6-16. To what different kinds of risk are banks and their financial-service competitors
subjected today?

a. Credit Risk - the probability that the loans and securities the bank holds will not pay out as
promised.

b. Liquidity Risk - the probability that the bank will not have sufficient cash on hand in the
volume needed precisely when cash demands arise.

c. Market Risk - the probability that the market value of assets held by the bank will decline
due to falling market prices.

d. Price Risk – the probability or possibility that the value of bond portfolios and
stockholders’ equity may decline due to market prices movement against the financial firm.

e. Interest-Rate Risk - the possibility or probability that the interest rates will change,
subjecting the bank to lower profits or a lower value for the firm’s capital.

f. Foreign Exchange and Sovereign Risk – the uncertainty that due to fluctuation in currency
prices, assets denominated in foreign currencies may fall, forcing the written down of these
assets on its Balance Sheet.
g. Off-Balance-Sheet Risk – the probability that the volume of off-balance-sheet
commitments far exceeds the volume of conventional assets.

h. Operational Risk – the uncertainly regarding a financial firm’s earnings due to failures in
computer systems, employee misconduct, floods, lightening strikes and other similar events.

i. Legal and Compliance Risk – the uncertainty regarding a financial firm’s earnings due to
actions taken by our legal system or due to a violation of rules and regulations.

j. Reputation Risk – the uncertainty due to public opinion or the variability in earnings due to
positive or negative publicity about the financial firm.

k. Strategic Risk – the uncertainty in earnings due to adverse business decisions, lack of
responsiveness to industry changes and other poor decisions by management.

k. Capital Risk – the risk that the value of the assets will decline below the value of the
liabilities. All of the other risks listed above can affect earnings and the value of the assets
and liabilities and therefore can have an effect on the capital position of the firm.

6-17. What items on a bank's balance sheet and income statement can be used to measure its
risk exposure? To what other financial institutions do these risk measures seem to apply?
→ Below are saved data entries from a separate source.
export { DEFAULT_INCLUDE, DEFAULT_INGEST_OPTIONS, DEFAULT_MAX_BYTES, DEFAULT_MAX_STREAM_BYTES, INGEST_FORMATS, resolveIngestOptions } from './options.js';
export type { IngestFormat, IngestOptions } from './options.js';
export { DOCUMENT_EXTENSIONS, readDocumentBytes, chooseReader, type DecodingNote, type DocumentKind, type DocumentRead } from './documents.js';
export { canonicalEncoding, chooseEncoding, type EncodingBasis, type EncodingChoice } from './charset.js';
export { decodeBuffer, InputSkip, type DecodeStats } from './decode.js';
export { readMail, decodeEncodedWords, type MailText } from './mail.js';
export { readPdf, type PdfText } from './pdf.js';
export { readDocx } from './docx.js';
export { htmlToText, type HtmlText } from './html.js';
export { readMarkdown, readPlainText, capTitle, firstLine, TITLE_MAX } from './text.js';
export { TEXT_COLUMN_GUESSES } from './table.js';
export { readXlsx, SHEET_EXTENSIONS, OLD_SHEET_EXTENSIONS, type SheetReadOptions } from './xlsx.js';
export { splitMbox, looksLikeMbox, type MboxMessage } from './mbox.js';
export { parseBibtex, parseRis, cslReferences, looksLikeCslJson, REFERENCE_COLUMNS, REFERENCE_TEXT, type Reference } from './references.js';
export { readRowTable, type RowTableOptions } from './rows.js';

/** What one input was, for `run.json`: its size and SHA-256. */
export interface InputDigest {
  /** The path as given (`-` for standard input). */
  path: string;
  kind: 'folder' | 'file' | 'stdin';
  /** Bytes read (a folder: all files read). */
  bytes: number;
  /**
   * Lower-case hex SHA-256 of the bytes; for a folder, of the lines
   * `<sha256>  <id>\n` of its files read, sorted by id.
   */
  sha256: string;
  /** A folder: how many files were read (and hashed). */
  files?: number;
}

/** A document whose text was cut to `maxBytes`. */
export interface TruncatedDoc {
  /** Its id (after ids were made unique). */
  readonly id: string;
  readonly source: string;
  /** UTF-8 bytes of the full text. */
  readonly bytes: number;
  /** UTF-8 bytes kept (at most `maxBytes`, cut at a character boundary). */
  readonly keptBytes: number;
}

/** An e-mail's parts that were not read. */
export interface AttachmentNote {
  readonly source: string;
  /** File names, or `(unnamed type/subtype)`, `(attached message: subject)`. */
  readonly names: string[];
}

/** Everything ingest produced. */
export interface IngestResult {
  docs: Doc[];
  /** Inputs, files and rows not used, each with a one-line reason. */
  skipped: Skipped[];
  inputs: InputDigest[];
  /** One-line remarks for the terminal (each names its input). */
  warnings: string[];
  /**
   * Files (and streamed exports) whose text was not clean UTF-8: another
   * encoding (detected, declared, forced, or by byte order mark), or
   * replaced characters — one entry per file, in reading order.
   */
  decoding: DecodingNote[];
  /** Documents cut to `maxBytes`, in document order. */
  truncated: TruncatedDoc[];
  /** E-mails with attachments that were not read. */
  attachments: AttachmentNote[];
  /** Files not read because `maxFiles` was reached (0 without a cap). */
  filesNotRead: number;
  /**
   * One entry per document, in `docs` order: 1 when it is a row of an
   * export (CSV, TSV, JSON Lines, JSON, or such on standard input), 0 when
   * it is a document file (text, Markdown, HTML, PDF, Word, e-mail).
   */
  exportRows: Uint8Array;
  /**
   * Exports whose titles came from a title-like column that was guessed (no
   * `title` option): `subject`, `title`, `headline`, `topic` or `summary`
   * (see `TITLE_COLUMN_GUESSES`), one entry per export, in reading order.
   */
  titleColumns: { readonly source: string; readonly column: string }[];
  /**
   * Per export, in reading order: rows seen against documents made ("60
   * rows read as 40 documents"). Rows seen counts records (JSON: rows, also
   * those skipped) plus, in a CSV, lines shaped like rows that a record with
   * a stray or missing quote swallowed.
   */
  exportCounts: { readonly source: string; readonly rows: number; readonly documents: number }[];
  /** CSV records that swallowed lines shaped like rows, by line range (each also a warning). */
  mergedRecords: { readonly source: string; readonly firstLine: number; readonly lastLine: number; readonly rowLike: number }[];
  /** Lower-case hex SHA-256 of each document file's bytes as read, by the document's `source` (no entry for exports, mailboxes, stdin). */
  fileDigests: ReadonlyMap<string, string>;
}

/** Where ingest reads from. */
export interface IngestIo {
  /** Relative paths are resolved against this folder. */
  readonly cwd: string;
  /** Standard input, read when a path is `-`. */
  readonly stdin?: NodeJS.ReadableStream;
  /**
   * Opens a file (absolute path) for reading; the default reads the file
   * system. A seam for tests (unreadable files when running as root) and
   * for virtual file systems; folder listing still uses the file system.
   */
  readonly open?: (absolutePath: string) => AsyncIterable<Uint8Array>;
  /**
   * A seam for tests (unreadable folders when running as root): the error
   * listing an absolute folder fails with, or `null` to list it normally.
   */
  readonly readdirFailure?: ReaddirFailure;
  /** Reading progress in bytes (see `./progress.ts`); files are sized first, only when given. */
  readonly progress?: ReadProgress;
}

type ReadAs = 'csv' | 'tsv' | 'jsonl' | 'json' | 'document';

/** The extensions read as exports (one document per row), and how (also the kinds `assign --stream` reads). */
export const EXPORT_EXTENSIONS: ReadonlyMap<string, ReadAs> = new Map<string, ReadAs>([
  ['.csv', 'csv'],
  ['.tsv', 'tsv'],
  ['.tab', 'tsv'],
  ['.jsonl', 'jsonl'],
  ['.ndjson', 'jsonl'],
  ['.json', 'json'],
]);

/** Folders read at most this many files at once. */
const READ_CONCURRENCY = 16;

/** Bytes looked at before deciding how a file with an unknown extension is read. */
const SNIFF_HEAD = 65536;

/** Reads one document's text by its extension: HTML reduced, Markdown cleaned, anything else plain. */
function readDocument(text: string, ext: string): { text: string; title: string } {
  if (ext === '.html' || ext === '.htm' || ext === '.xhtml') return htmlToText(text);
  if (ext === '.md' || ext === '.markdown' || ext === '.mdown' || ext === '.mkd') return readMarkdown(text);
  return readPlainText(text);
}

/** The absolute paths of the plain files and folder files a plan reads (for the reading progress). */
function plannedFiles(planned: readonly Planned[]): string[] {
  return planned.flatMap((p) => (p.kind === 'file' && !p.pipe ? [p.abs] : p.kind === 'folder' ? p.listing.files.map((rel) => path.join(p.abs, rel)) : []));
}

function posixPath(p: string): string {
  const n = path.posix.normalize(p.replace(/\\/g, '/'));
  return n.startsWith('./') ? n.slice(2) : n;
}

/** A warning when NUL characters were removed from an export's text. */
function nulWarning(source: string, stats: DecodeStats | null): string[] {
  const n = stats?.nul ?? 0;
  return n > 0 ? [`${source}: ${n} NUL character(s) removed from the text (a NUL ends text in many programs)`] : [];
}

function replacedWarning(source: string, stats: { encoding: string; replaced: number }): string[] {
  if (stats.replaced === 0) return [];
  if (stats.encoding === 'utf-8') return [`${source}: ${stats.replaced} invalid UTF-8 sequence(s) replaced with U+FFFD`];
  return [`${source}: ${stats.replaced} character(s) not decodable as ${stats.encoding} replaced with U+FFFD`];
}

const NO_TEXT = 'no text: only markup or white space';
const EMPTY_FIELDS: ReadonlyMap<string, string> = new Map();
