/**
 * E-mail messages (`.eml`): the header block of RFC 5322, MIME bodies of
 * RFC 2045–2046 (multipart boundaries, quoted-printable, base64, `charset`
 * parameters), encoded words in headers (RFC 2047), parameter value
 * continuations and charsets (RFC 2231), and `format=flowed` (RFC 3676).
 *
 * A message becomes one document: its subject is the title and its text is
 * the `text/plain` part — or the HTML part reduced to text when there is no
 * plain part. Every other part (files, images, calendars, attached
 * messages) is an attachment: not read, but named in the result.
 *
 * The parser works on the bytes as Latin-1 (one character per byte), so no
 * byte is lost before each part is decoded with its own charset.
 *
 * @module
 */
import iconv from 'iconv-lite';
import { canonicalEncoding, decodeWith } from './charset.js';
import { decodeBuffer, InputSkip } from './decode.js';
import { htmlToText } from './html.js';
import { capTitle, normalizeNewlines } from './text.js';

/** Deepest nesting of multiparts read; deeper parts are ignored. */
export const MAIL_MAX_DEPTH = 24;

/** What a message gave. */
export interface MailText {
  /** The decoded `Subject`, white space collapsed; `''` when there is none. */
  readonly subject: string;
  /** The body text (line endings normalised, trimmed). */
  readonly text: string;
  /** Where the text came from. */
  readonly source: 'plain' | 'html' | 'none';
  /** Names of the parts not read (a file name, or `(unnamed type/subtype)`), in message order. */
  readonly attachments: string[];
  /** The encodings the text parts were decoded with, in order, without repeats. */
  readonly encodings: string[];
  /** Characters replaced by U+FFFD while decoding the text parts. */
  readonly replaced: number;
  /** Problems met (an unknown charset, a multipart without boundary…), one line each. */
  readonly warnings: string[];
  /** Header fields of the message (0: no header block, all body). */
  readonly headerFields: number;
}

/** A header field: its name as written and its raw (unfolded) value. */
export interface HeaderField {
  readonly name: string;
  readonly value: string;
}

const FIELD = /^([\x21-\x39\x3b-\x7e]+)[ \t]*:(.*)$/;

/** Names that mark a header block as an e-mail's (lower case). */
const MAIL_FIELDS = new Set([
  'from', 'to', 'cc', 'subject', 'date', 'message-id', 'received', 'return-path', 'mime-version', 'delivered-to',
  'reply-to', 'sender', 'in-reply-to', 'references', 'x-mailer', 'user-agent', 'content-type',
]);

/**
 * Splits a message (as a Latin-1 string) into its header fields and where
 * the body starts. Lines end with CRLF or LF; a line starting with a space
 * or tab continues the field before it (unfolding: the line break is
 * removed, the white space kept — RFC 5322 §2.2.3). A leading mbox
 * `From ` line is skipped. The header block ends at the first empty line,
 * or at the first line that is neither a field nor a continuation
 * (`end` says which, or `eof` when the input ended first).
 */
export function splitHeader(raw: string): { fields: HeaderField[]; bodyStart: number; end: 'blank' | 'other' | 'eof' } {
  const fields: { name: string; value: string }[] = [];
  let pos = 0;
  let first = true;
  while (pos < raw.length) {
    let nl = raw.indexOf('\n', pos);
    if (nl === -1) nl = raw.length;
    const line = raw.slice(pos, nl > pos && raw[nl - 1] === '\r' ? nl - 1 : nl);
    if (line === '') return { fields, bodyStart: Math.min(raw.length, nl + 1), end: 'blank' };
    if ((line[0] === ' ' || line[0] === '\t') && fields.length > 0) {
      (fields[fields.length - 1] as { value: string }).value += line;
    } else {
      const m = FIELD.exec(line);
      if (m) fields.push({ name: m[1] as string, value: m[2] as string });
      else if (!(first && line.startsWith('From '))) return { fields, bodyStart: pos, end: 'other' };
    }
    first = false;
    pos = nl + 1;
  }
  return { fields, bodyStart: raw.length, end: 'eof' };
}
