/** Checks that hold for every report: structure, safety, self-containment. */
function checkSafe(html: string, data: ReportData): Document {
  const doc = parse(html);
  // Exactly one executable script, whose text is the constant client script, and the data block.
  // Exactly one executable script (the last), the data block first, then the text blocks (JSON, never run).
  const s = scripts(doc);
  const chunks = data.documents.some((d) => d.text !== undefined) ? Math.ceil(data.documents.length / TEXT_CHUNK) : 0;
  expect(s).toHaveLength(2 + chunks);
  expect(s[0].attribs).toEqual({ type: 'application/json', id: REPORT_DATA_ELEMENT_ID });
  for (let c = 0; c < chunks; c++) {
    expect(s[1 + c].attribs).toEqual({ type: 'application/json', id: `${REPORT_TEXT_ELEMENT_PREFIX}${c}` });
    const block = JSON.parse(DomUtils.textContent(s[1 + c])) as { original: string[] };
    expect(block.original).toEqual(data.documents.slice(c * TEXT_CHUNK, (c + 1) * TEXT_CHUNK).map((d) => d.text ?? ''));
  }
  expect(s[s.length - 1].attribs).toEqual({});
  expect(DomUtils.textContent(s[s.length - 1])).toBe(REPORT_SCRIPT);
  // The data block seen by the parser is the whole raw block: nothing in the data ended it early.
  const raw = rawDataBlock(html);
  expect(DomUtils.textContent(s[0])).toBe(raw);
  expect(raw).not.toMatch(/[<>\u2028\u2029]/);
  const parsed = JSON.parse(raw) as ReportPayload;
  expect(parsed).toEqual(reportPayload(data));
  expect(parsed.documents.title).toEqual(data.documents.map((d) => d.title));
  expect(parsed.documents.id).toEqual(data.documents.map((d) => d.id));
  expect(parsed.groups.label).toEqual(data.groups.map((g) => g.label));
  for (const el of all(doc)) {
    expect(ALLOWED_TAGS.has(el.name), `unexpected <${el.name}>`).toBe(true);
    for (const name of Object.keys(el.attribs)) {
      expect(name.startsWith('on'), `handler attribute ${name} on <${el.name}>`).toBe(false);
      expect(URL_ATTRIBUTES.includes(name), `${name} on <${el.name}>`).toBe(false);
    }
    if ('href' in el.attribs) expect(el.attribs.href.startsWith('#'), el.attribs.href).toBe(true);
    if ('style' in el.attribs) throw new Error(`style attribute on <${el.name}>`);
  }
  return doc;
}

describe('renderReport: self-contained page', () => {
  const data = tinyReport();
  const html = renderReport(data);
  const doc = parse(html);

  it('passes the safety checks (one script, allow-listed markup, links only to #…, data block round-trips)', () => {
    checkSafe(html, data);
  });

  it('references nothing outside the page', () => {
    expect(html).not.toMatch(/https?:\/\//i);
    expect(html).not.toMatch(/url\(|@import/i);
    const hrefs = DomUtils.findAll((el) => 'href' in el.attribs, doc.children).map((el) => el.attribs.href);
    expect(hrefs.length).toBeGreaterThan(10);
    for (const h of hrefs) expect(h).toMatch(/^#[a-z]+(-\d+)?$/);
    expect(html.startsWith('<!DOCTYPE html>\n<html lang="en"')).toBe(true);
  });

  it('has a CSP allowing only its own inline script and style, by SHA-256 of their exact text', () => {
    const csp = cspOf(doc);
    const style = DomUtils.findOne((el) => el.name === 'style', doc.children)!;
    const script = scripts(doc).at(-1)!;
    expect(csp).toBe(
      `default-src 'none'; script-src 'sha256-${sha256(DomUtils.textContent(script))}'; ` +
        `style-src 'sha256-${sha256(DomUtils.textContent(style))}'; base-uri 'none'; form-action 'none'`,
    );
    expect(csp).not.toMatch(/unsafe/);
    // The policy comes before the style and the scripts.
    expect(html.indexOf('Content-Security-Policy')).toBeLessThan(html.indexOf('<style>'));
  });

  it('the client script builds pages from text only', () => {
    for (const banned of ['innerHTML', 'outerHTML', 'insertAdjacentHTML', 'document.write', 'eval(', 'new Function', 'javascript:', 'setAttribute(\'on', 'srcdoc']) {
      expect(REPORT_SCRIPT.includes(banned), banned).toBe(false);
    }
    expect(REPORT_SCRIPT).toContain('JSON.parse(doc.getElementById(\'sheaf-data\').textContent)');
  });

  it('has every view, one page per group, and navigation by hash', () => {
    const views = DomUtils.findAll((el) => el.name === 'section', doc.children).map((el) => el.attribs.id);
    expect(views).toEqual(['overview', 'relations', 'tree', 'documents', 'ungrouped', 'group-0', 'group-1', 'group-2', 'duplicates', 'duplicate-set', 'document']);
    const nav = DomUtils.findAll((el) => el.name === 'a', [byId(doc, 'main').parent!.children.find((c) => (c as Element).name === 'header') as Element]);
    expect(nav.map((a) => a.attribs.href)).toEqual(['#overview', '#relations', '#tree', '#documents', '#ungrouped', '#duplicates']);
    for (const id of views) {
      const h2 = DomUtils.findOne((el) => el.name === 'h2', [byId(doc, id)])!;
      expect(h2.attribs.tabindex).toBe('-1');
    }
  });

  it('overview: counts, groups by size with bar lengths proportional to size, and a table of the same', () => {
    const overview = byId(doc, 'overview');
    const dds = DomUtils.findAll((el) => el.name === 'dd', [overview]).map((el) => DomUtils.textContent(el));
    expect(dds).toEqual(['12', '3', '11', '1', '0', '30', '2']);
    const chart = DomUtils.findOne((el) => el.name === 'svg', [overview])!;
    const links = DomUtils.findAll((el) => el.name === 'a', [chart]);
    // Largest first: groups 0 and 2 have 4 documents, group 1 has 3.
    expect(links.map((a) => a.attribs.href)).toEqual(['#group-0', '#group-2', '#group-1']);
    expect(links[2].attribs['aria-label']).toBe(
      `Group 1: refund / invoice, 3 documents, cohesion ${formatFixed(data.groups[1].cohesion, 3)}`,
    );
    const sizeBars = DomUtils.findAll((el) => el.name === 'rect' && el.attribs.class === 'bar', [chart]).map((r) => Number(r.attribs.width));
    expect(sizeBars[0]).toBeCloseTo(240, 2);
    expect(sizeBars[2] / sizeBars[0]).toBeCloseTo(3 / 4, 3);
    const cohesionBars = DomUtils.findAll((el) => el.name === 'rect' && el.attribs.class === 'bar bar-cohesion', [chart]);
    expect(Number(cohesionBars[2].attribs.width)).toBeCloseTo(90 * data.groups[1].cohesion, 1);
    // SVG has title and desc, referenced by aria-labelledby.
    const [t, d] = chart.attribs['aria-labelledby'].split(' ');
    expect(DomUtils.textContent(byId(doc, t))).toBe('Documents per group and cohesion');
    expect(DomUtils.textContent(byId(doc, d))).toMatch(/^Horizontal bars, one row per group \(3\)/);
    const rows = DomUtils.findAll((el) => el.name === 'tr', [DomUtils.findOne((el) => el.name === 'details', [overview])!]);
    expect(rows.slice(1).map((r) => DomUtils.findAll((c) => c.name === 'td', [r]).map((c) => DomUtils.textContent(c)))).toEqual([
      ['0password / reset', '4', '36.4%', formatFixed(data.groups[0].cohesion, 3), formatFixed(data.groups[0].separation, 3)],
      ['2parcel / courier', '4', '36.4%', formatFixed(data.groups[2].cohesion, 3), formatFixed(data.groups[2].separation, 3)],
      ['1refund / invoice', '3', '27.3%', formatFixed(data.groups[1].cohesion, 3), formatFixed(data.groups[1].separation, 3)],
    ]);
  });

  it('relations: a k × k grid of centre similarities in the tree\'s leaf order, and a line per pair of groups on the ring', () => {
    const rel = byId(doc, 'relations');
    const k = data.groups.length;
    const order = treeLayout(k, data.tree!.merges).leafOrder;
    const cells = DomUtils.findAll((el) => el.name === 'rect' && /^sim-/.test(el.attribs.class ?? ''), [rel]);
    expect(cells).toHaveLength(k * k);
    // Row r, column c holds the similarity of groups order[r] and order[c] (title text), the diagonal apart.
    cells.forEach((cell, at) => {
      const a = order[Math.floor(at / k)];
      const b = order[at % k];
      const title = DomUtils.textContent(cell);
      if (a === b) expect(cell.attribs.class).toBe('sim-self');
      else expect(title).toBe(`Groups ${a} and ${b}: ${formatFixed(data.similarity![a * k + b], 3).replace(/^/, 'similarity ')}`);
    });
    // Darker (more opaque) for more alike pairs.
    const off = cells.filter((c) => c.attribs.class === 'sim-cell').map((c, i) => [Number(c.attribs['fill-opacity']), i] as const);
    const sims = cells.map((_, at) => data.similarity![order[Math.floor(at / k)] * k + order[at % k]]).filter((_, at) => Math.floor(at / k) !== at % k);
    const byOpacity = off.slice().sort((x, y) => x[0] - y[0]).map((x) => sims[x[1]]);
    expect(byOpacity).toEqual(sims.slice().sort((x, y) => x - y));
    const edges = DomUtils.findAll((el) => el.name === 'line' && el.attribs.class === 'sim-edge', [rel]);
    expect(edges).toHaveLength((k * (k - 1)) / 2);
    expect(edges.map((e) => Number(e.attribs['data-s']))).toEqual(
      [data.similarity![1], data.similarity![2], data.similarity![5]].map((v) => Number(v.toFixed(3))).sort((x, y) => y - x),
    );
  });

  it('tree: one branch per merge, join heights linear in similarity on the axis, leaves on the bottom edge, leaves linked', () => {
    const tree = byId(doc, 'tree');
    const merges = data.tree!.merges;
    const branches = DomUtils.findAll((el) => el.name === 'path' && el.attribs.class === 'branch', [tree]);
    expect(branches).toHaveLength(merges.length);
    const ticks = DomUtils.findAll((el) => el.name === 'text' && el.attribs.class === 'tick', [tree]).map((t) => ({
      value: Number(DomUtils.textContent(t)),
      y: Number(t.attribs.y) - 4,
    }));
    const axis = similarityAxis(merges.map((m) => m.similarity));
    expect(ticks[0].value).toBeCloseTo(axis.low, 9);
    expect(ticks[ticks.length - 1].value).toBeCloseTo(axis.high, 9);
    const yAt = (sim: number) =>
      ticks[0].y + ((sim - ticks[0].value) * (ticks[ticks.length - 1].y - ticks[0].y)) / (ticks[ticks.length - 1].value - ticks[0].value);
    const joins = DomUtils.findAll((el) => el.name === 'circle', [tree]).map((c) => Number(c.attribs.cy));
    merges.forEach((m, i) => expect(joins[i]).toBeCloseTo(yAt(m.similarity), 1));
    // Higher similarity is drawn lower; the leaves start on the bottom edge (the axis maximum).
    expect(ticks[ticks.length - 1].y).toBeGreaterThan(ticks[0].y);
    const leafY = Number(/^M[\d.]+ ([\d.]+)/.exec(branches[0].attribs.d)![1]);
    expect(leafY).toBeCloseTo(ticks[ticks.length - 1].y, 1);
    const leafLinks = DomUtils.findAll((el) => el.name === 'a', [DomUtils.findOne((el) => el.name === 'svg', [tree])!]);
    expect(leafLinks.map((a) => a.attribs.href).sort()).toEqual(['#group-0', '#group-1', '#group-2']);
    const rows = DomUtils.findAll((el) => el.name === 'tr', [DomUtils.findOne((el) => el.name === 'tbody', [tree])!]);
    expect(rows).toHaveLength(2);
    expect(DomUtils.textContent(rows[1])).toContain('merge 1 (2 groups)');
  });

  it('similarityAxis: steps of 1, 2 or 5 × 10^n from a tick below the lowest join to half a step or more above the highest', () => {
    const close = (got: { low: number; high: number; tick: number }, want: [number, number, number]) => {
      expect(got.low).toBeCloseTo(want[0], 12);
      expect(got.high).toBeCloseTo(want[1], 12);
      expect(got.tick).toBe(want[2]);
    };
    close(similarityAxis([0.031, 0.098]), [0.02, 0.12, 0.02]); // span 0.067: 0.02 steps; 0.098 + 0.01 -> 0.12
    close(similarityAxis([0.031, 0.09]), [0.03, 0.1, 0.01]); // span 0.059 <= 6 steps of 0.01; 0.09 + 0.005 -> 0.10
    close(similarityAxis([0.2, 0.9]), [0.2, 1, 0.2]); // capped at 1
    close(similarityAxis([0.5]), [0.5, 0.501, 0.001]); // one join: minimum span 0.005 -> steps of 0.001
    close(similarityAxis([0, 0.0123]), [0, 0.015, 0.005]);
  });

  it('group page: stats, term bars with weights, exemplars with titles, a mount for the document list', () => {
    const g = data.groups[0];
    const page = byId(doc, 'group-0');
    const h2 = DomUtils.findOne((el) => el.name === 'h2', [page])!;
    // The number stands apart from the name.
    expect(DomUtils.textContent(DomUtils.findOne((el) => el.attribs.class === 'gno', [h2])!)).toBe('0');
    expect(DomUtils.textContent(h2)).toBe('0 password / reset');
    expect(DomUtils.textContent(DomUtils.findOne((el) => el.name === 'ul', [page])!)).toBe(
      `4 documents (36.4% of those grouped)cohesion ${formatFixed(g.cohesion, 3)}separation ${formatFixed(g.separation, 3)}`,
    );
    // The term table: term, weight, share of the group's documents with it, share of the others.
    const table = DomUtils.findOne((el) => el.name === 'table' && (el.attribs.class ?? '').startsWith('terms'), [page])!;
    const rows = DomUtils.findAll((el) => el.name === 'tr', [table]).slice(1);
    expect(rows.map((r) => DomUtils.findAll((c) => c.name === 'td', [r]).map((c) => DomUtils.textContent(c).trim()))).toEqual(
      g.terms.map((t) => [t.term, formatFixed(t.weight, 4), formatFixed(100 * t.inGroup!, 1) + '%', formatFixed(100 * t.outside!, 1) + '%']),
    );
    // 'password' is in all 4 documents of group 0 and in none of the 7 others (tinyCorpus).
    const pw = g.terms.find((t) => t.term === 'password')!;
    expect([pw.inGroup, pw.outside]).toEqual([1, 0]);
    const ex = DomUtils.findAll((el) => el.name === 'li', [DomUtils.findOne((el) => el.name === 'ol', [page])!]).map((li) => DomUtils.textContent(li));
    expect(ex).toEqual(g.exemplars.map((id) => `${data.documents.find((d) => d.id === id)!.title} ${id}`));
    // Each exemplar links to the document reader at its position in input order.
    const hrefs = DomUtils.findAll((el) => el.name === 'a', [DomUtils.findOne((el) => el.name === 'ol', [page])!]).map((a) => a.attribs.href);
    expect(hrefs).toEqual(g.exemplars.map((id) => `#doc-${data.documents.findIndex((d) => d.id === id)}`));
    const mount = DomUtils.findOne((el) => 'data-table' in el.attribs, [page])!;
    expect(mount.attribs).toMatchObject({ 'data-table': 'group', 'data-group': '0' });
  });

  it('embedded numbers are rounded to 3 decimals (what the page shows), non-finite fits become null', () => {
    const p = JSON.parse(rawDataBlock(html)) as ReportPayload;
    data.documents.forEach((d, i) => {
      if (Number.isFinite(d.fit)) expect(p.documents.fit[i]).toBe(Number(d.fit.toFixed(3)));
      else expect(p.documents.fit[i]).toBeNull();
    });
    expect(p.duplicates!.sets[0].members[1].diff).toEqual(
      data.duplicates!.sets[0].members[1].diff!.map((x) => [{ same: 0, added: 1, removed: 2 }[x.kind], x.text]),
    );
  });
});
There are several alternative measures of risk in banking and financial service firms. Capital
risk is often measured by bank capital ratios, such as the ratio of total capital to total assets or
total capital to risk assets. Credit risk can be tracked by such ratios as net loan losses to total
loans or relative to total capital. Liquidity risk can be followed by using such ratios as cash
assets to total assets or by total loans to total assets. Interest-rate risk may be indicated by
such ratios as interest-sensitive liabilities to interest-sensitive assets or the ratio of money-
market borrowings to money-market assets.

These risk measures also applies to those nonbank financial institutions that are private, profit
making corporations, including stockholder-owned thrift institutions, insurance companies,
finance and credit-card companies, security broker and dealer firms, and mutual funds.